What you need to do ::
The answer must be a single number: how many lines of the records below contain "sensor".

Saved data entries
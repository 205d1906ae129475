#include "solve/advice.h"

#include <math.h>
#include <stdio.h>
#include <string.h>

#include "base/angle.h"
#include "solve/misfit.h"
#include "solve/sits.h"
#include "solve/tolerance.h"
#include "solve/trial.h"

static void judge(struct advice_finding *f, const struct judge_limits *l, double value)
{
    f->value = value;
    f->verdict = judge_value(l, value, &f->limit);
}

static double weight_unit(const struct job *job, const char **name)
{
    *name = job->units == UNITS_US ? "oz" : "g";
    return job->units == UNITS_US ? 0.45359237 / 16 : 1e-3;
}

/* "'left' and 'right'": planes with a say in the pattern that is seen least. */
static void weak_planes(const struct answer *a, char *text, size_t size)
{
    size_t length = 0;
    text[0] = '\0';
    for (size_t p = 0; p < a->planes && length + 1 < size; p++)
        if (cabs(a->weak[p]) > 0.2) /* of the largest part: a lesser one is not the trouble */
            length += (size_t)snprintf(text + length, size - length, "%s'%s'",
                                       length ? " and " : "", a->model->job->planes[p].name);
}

---

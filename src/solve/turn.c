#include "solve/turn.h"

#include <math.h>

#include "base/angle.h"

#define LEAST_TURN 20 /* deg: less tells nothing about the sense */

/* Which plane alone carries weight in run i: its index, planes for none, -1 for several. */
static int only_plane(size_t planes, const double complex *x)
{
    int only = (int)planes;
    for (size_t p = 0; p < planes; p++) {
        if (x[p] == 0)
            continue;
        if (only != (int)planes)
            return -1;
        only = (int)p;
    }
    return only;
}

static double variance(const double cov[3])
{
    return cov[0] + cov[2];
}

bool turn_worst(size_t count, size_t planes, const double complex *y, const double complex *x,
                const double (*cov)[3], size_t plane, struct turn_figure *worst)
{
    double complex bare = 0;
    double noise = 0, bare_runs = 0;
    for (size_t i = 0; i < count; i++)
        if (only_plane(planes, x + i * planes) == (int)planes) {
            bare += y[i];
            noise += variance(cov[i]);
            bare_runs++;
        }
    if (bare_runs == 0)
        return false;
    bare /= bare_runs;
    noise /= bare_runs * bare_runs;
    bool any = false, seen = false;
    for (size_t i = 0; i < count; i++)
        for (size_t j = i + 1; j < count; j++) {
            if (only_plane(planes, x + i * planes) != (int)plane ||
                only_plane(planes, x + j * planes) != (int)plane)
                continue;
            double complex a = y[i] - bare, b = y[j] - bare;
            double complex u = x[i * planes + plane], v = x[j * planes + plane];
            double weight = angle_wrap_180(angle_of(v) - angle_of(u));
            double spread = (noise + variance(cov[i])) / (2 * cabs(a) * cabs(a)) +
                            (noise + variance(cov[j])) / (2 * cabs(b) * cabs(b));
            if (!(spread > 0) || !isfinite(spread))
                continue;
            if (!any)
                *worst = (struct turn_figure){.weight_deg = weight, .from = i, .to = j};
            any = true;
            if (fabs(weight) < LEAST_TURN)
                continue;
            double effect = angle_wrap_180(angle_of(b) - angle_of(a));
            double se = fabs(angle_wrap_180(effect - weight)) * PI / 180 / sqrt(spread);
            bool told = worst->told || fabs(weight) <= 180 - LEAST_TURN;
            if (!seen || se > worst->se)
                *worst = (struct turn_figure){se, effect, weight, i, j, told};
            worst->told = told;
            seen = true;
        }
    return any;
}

---

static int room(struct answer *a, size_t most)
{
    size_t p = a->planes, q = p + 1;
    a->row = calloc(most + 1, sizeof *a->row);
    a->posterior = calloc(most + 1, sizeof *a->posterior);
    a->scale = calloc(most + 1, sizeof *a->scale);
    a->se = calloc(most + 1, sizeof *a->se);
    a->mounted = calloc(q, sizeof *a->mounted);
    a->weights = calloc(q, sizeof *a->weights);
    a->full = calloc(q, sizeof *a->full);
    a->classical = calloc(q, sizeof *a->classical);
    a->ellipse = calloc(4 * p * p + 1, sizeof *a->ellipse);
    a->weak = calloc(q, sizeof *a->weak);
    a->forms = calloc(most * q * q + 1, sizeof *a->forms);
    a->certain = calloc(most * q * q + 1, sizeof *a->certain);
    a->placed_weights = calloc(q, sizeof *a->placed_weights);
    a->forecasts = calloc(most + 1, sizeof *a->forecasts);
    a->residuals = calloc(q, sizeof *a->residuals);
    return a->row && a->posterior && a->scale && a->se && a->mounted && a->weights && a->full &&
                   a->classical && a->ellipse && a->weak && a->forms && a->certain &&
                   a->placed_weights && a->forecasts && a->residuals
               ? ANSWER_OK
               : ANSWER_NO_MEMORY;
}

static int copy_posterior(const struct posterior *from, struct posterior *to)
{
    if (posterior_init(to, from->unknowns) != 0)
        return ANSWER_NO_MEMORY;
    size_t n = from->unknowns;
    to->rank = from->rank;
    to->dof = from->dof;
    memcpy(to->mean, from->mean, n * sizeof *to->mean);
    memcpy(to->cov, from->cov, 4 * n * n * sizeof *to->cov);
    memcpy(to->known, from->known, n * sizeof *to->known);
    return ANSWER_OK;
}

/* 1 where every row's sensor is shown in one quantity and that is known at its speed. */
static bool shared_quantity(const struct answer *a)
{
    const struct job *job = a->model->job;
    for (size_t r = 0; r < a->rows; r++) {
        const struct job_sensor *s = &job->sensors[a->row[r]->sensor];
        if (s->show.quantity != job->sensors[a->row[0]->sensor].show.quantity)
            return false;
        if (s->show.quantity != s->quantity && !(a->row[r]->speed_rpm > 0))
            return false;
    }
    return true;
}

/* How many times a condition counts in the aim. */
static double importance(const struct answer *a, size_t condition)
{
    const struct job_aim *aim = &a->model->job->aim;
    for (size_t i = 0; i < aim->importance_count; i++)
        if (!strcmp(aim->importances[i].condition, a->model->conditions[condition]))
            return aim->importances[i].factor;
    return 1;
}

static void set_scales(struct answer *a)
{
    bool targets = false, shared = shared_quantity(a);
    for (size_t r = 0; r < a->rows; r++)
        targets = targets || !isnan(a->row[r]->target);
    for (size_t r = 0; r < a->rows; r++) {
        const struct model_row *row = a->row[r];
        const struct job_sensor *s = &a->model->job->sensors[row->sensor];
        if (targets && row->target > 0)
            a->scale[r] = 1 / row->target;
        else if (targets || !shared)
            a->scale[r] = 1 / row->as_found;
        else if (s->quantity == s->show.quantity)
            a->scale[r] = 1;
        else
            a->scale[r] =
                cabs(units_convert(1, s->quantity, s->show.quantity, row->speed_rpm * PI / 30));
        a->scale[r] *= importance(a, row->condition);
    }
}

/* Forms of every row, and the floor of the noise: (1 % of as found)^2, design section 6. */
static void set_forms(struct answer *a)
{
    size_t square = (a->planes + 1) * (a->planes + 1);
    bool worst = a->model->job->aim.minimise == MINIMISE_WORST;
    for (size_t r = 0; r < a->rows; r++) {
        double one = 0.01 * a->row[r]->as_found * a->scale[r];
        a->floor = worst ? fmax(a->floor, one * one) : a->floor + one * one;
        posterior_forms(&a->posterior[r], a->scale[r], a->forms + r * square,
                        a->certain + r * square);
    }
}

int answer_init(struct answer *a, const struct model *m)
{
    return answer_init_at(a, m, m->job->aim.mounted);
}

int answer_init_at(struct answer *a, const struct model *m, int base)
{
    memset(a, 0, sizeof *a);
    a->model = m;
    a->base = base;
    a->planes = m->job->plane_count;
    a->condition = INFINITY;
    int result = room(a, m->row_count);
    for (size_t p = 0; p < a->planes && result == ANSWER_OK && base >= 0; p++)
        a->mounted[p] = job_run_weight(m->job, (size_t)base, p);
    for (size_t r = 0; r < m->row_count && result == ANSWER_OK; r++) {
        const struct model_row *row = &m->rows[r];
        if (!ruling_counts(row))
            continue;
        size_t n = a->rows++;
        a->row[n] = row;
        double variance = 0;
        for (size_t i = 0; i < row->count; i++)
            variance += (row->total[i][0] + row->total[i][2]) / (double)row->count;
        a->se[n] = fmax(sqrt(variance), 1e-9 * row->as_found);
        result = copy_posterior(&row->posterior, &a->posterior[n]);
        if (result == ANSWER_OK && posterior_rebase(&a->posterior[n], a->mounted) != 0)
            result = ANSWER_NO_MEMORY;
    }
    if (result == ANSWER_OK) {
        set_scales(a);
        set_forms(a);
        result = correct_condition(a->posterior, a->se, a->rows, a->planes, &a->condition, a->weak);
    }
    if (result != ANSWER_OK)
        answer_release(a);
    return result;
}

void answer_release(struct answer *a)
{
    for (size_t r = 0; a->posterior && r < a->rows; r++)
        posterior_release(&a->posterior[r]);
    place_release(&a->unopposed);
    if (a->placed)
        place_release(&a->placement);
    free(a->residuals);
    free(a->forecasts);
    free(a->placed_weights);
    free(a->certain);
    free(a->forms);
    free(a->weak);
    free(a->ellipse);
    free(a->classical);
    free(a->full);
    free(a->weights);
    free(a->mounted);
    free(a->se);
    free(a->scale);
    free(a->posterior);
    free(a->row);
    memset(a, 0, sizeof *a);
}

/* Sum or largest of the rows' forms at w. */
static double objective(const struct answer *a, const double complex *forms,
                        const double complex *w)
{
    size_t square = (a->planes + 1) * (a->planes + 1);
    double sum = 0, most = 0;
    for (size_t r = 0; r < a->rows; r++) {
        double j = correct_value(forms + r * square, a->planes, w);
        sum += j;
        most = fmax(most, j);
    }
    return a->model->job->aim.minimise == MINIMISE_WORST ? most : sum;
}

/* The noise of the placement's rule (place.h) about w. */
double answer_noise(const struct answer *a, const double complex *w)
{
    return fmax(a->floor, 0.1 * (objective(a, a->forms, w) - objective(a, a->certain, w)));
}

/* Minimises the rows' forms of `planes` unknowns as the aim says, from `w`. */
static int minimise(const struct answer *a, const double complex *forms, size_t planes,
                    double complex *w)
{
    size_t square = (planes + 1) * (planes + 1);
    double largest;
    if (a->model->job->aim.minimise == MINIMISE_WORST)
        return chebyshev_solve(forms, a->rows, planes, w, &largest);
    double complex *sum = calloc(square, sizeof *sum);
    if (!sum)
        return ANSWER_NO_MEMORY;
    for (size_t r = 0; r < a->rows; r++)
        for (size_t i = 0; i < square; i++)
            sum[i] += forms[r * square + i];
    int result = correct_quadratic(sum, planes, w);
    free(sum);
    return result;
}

Exercise output ::
4